This study aims to identify the dielectric constant of the carotid atherosclerotic plaques and categorise them using a CSRR based microwave sensor.

Material and methods

A Complementary Split Ring Resonator (CSRR) at 2.3 GHz measured 33 samples of carotid plaques obtained after endarterectomy. HFSS software simulations were employed to substantiate the measurements. Histological analyses were performed simultaneously to classify the plaques.

Results

The constant dielectric of dangerous carotid plaques identified by histology was much higher than that of low-risk calcified carotid plaques. Microwave data were pertinent to the simulations.

Conclusion

The current study, performed on ex-vivo carotid plaques, illustrates the sensor's ability to differentiate plaques with diverse components. Calcified low-risk plaques displayed distinct values from dangerous soft plaques. Further statistical correlation of the 33 samples is required. After validation, an in-vivo prototype will be designed and tested.

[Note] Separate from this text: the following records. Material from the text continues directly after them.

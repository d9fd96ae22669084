//! What the figures of a review mean.

/// Each with its meaning.
pub(super) const DEFINITIONS: [(&str, &str); 15] = [
    (
        "transfer",
        "MW from the exporting terminal into the circuits; here positive from the corridor's first terminal to \
      its second, so that a reversal shows as a change of sign.",
    ),
    (
        "headroom",
        "The smallest transfer at which any criterion first fails after any outage judged, or on the intact \
      corridor, less the present transfer. Negative: MW to take off. Whole megawatts are rounded down.",
    ),
    ("spread", "One standard deviation of the headroom, from how well the sources behind the terminals are known."),
    (
        "set by",
        "The outage and the criterion with the smallest limit. A share of time is of the time with a known \
      headroom. Nothing lost: the intact corridor sets it.",
    ),
    (
        "criteria",
        "Angle: an equilibrium with the required angle margin. Area: the required area margin of the first \
      swing. Loading: no circuit above its short-time rating (intact: its continuous rating). Voltage: no bus under its \
      floor. Separation: the outage parts the two sides.",
    ),
    (
        "ample, thin, spent, blind",
        "Headroom above the thin threshold; below it; at or below zero; no state, because too \
      little was measured. Spreads are taken off first where the configuration asks for it.",
    ),
    (
        "minutes",
        "A state lasts until the next frame, but no longer than a value stands (feed.max_age_s), nor past \
      midnight UTC. What follows is without data.",
    ),
    (
        "availability",
        "Time with data, as a part of the time from the first to the last frame; of a corridor, time with a \
      known state.",
    ),
    (
        "headroom for N % of the time",
        "The duration curve: the most whole megawatts that were there for that part of the \
      time with a known headroom.",
    ),
    ("course", "Slots of equal time with the lowest and the highest value in each, and the worst state."),
    ("would have been", "The same frames with the changes of the what-if: everything but these is as recorded."),
    (
        "no balance",
        "The changes of the what-if ask for more than the corridor can carry: no headroom is left that a number could \
      tell. It counts as spent, and as less than any headroom.",
    ),
    (
        "missing, set aside",
        "Time for which a channel brought no usable value, or did not fit the others and was left out.",
    ),
    (
        "sources",
        "Resistance and reactance behind each terminal, one standard deviation after the ±; configured, or learned \
      from so many steps.",
    ),
    ("alarms", "How often each was raised as configured now, whatever was configured then."),
];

目的本研究旨在确定颈动脉粥样硬化斑块的介电常数,并使用基于CSRR的微波传感器对其进行分类。材料和方法一个2.3 GHz的互补分裂环谐振器(CSRR)测量了33个动脉内膜切除术后获得的颈动脉斑块样本。HFSS软件模拟用于证实测量结果。同时进行组织学分析以对斑块进行分类。结果组织学鉴定的危险颈动脉斑块的介电常数远高于低危钙化颈动脉斑块。微波数据与模拟有关。结论目前在离体颈动脉斑块上进行的研究表明,传感器能够区分不同成分的斑块。钙化的低风险斑块显示出与危险的软斑块不同的价值。需要对33个样本进行进一步的统计相关性。验证后,将设计并测试体内原型。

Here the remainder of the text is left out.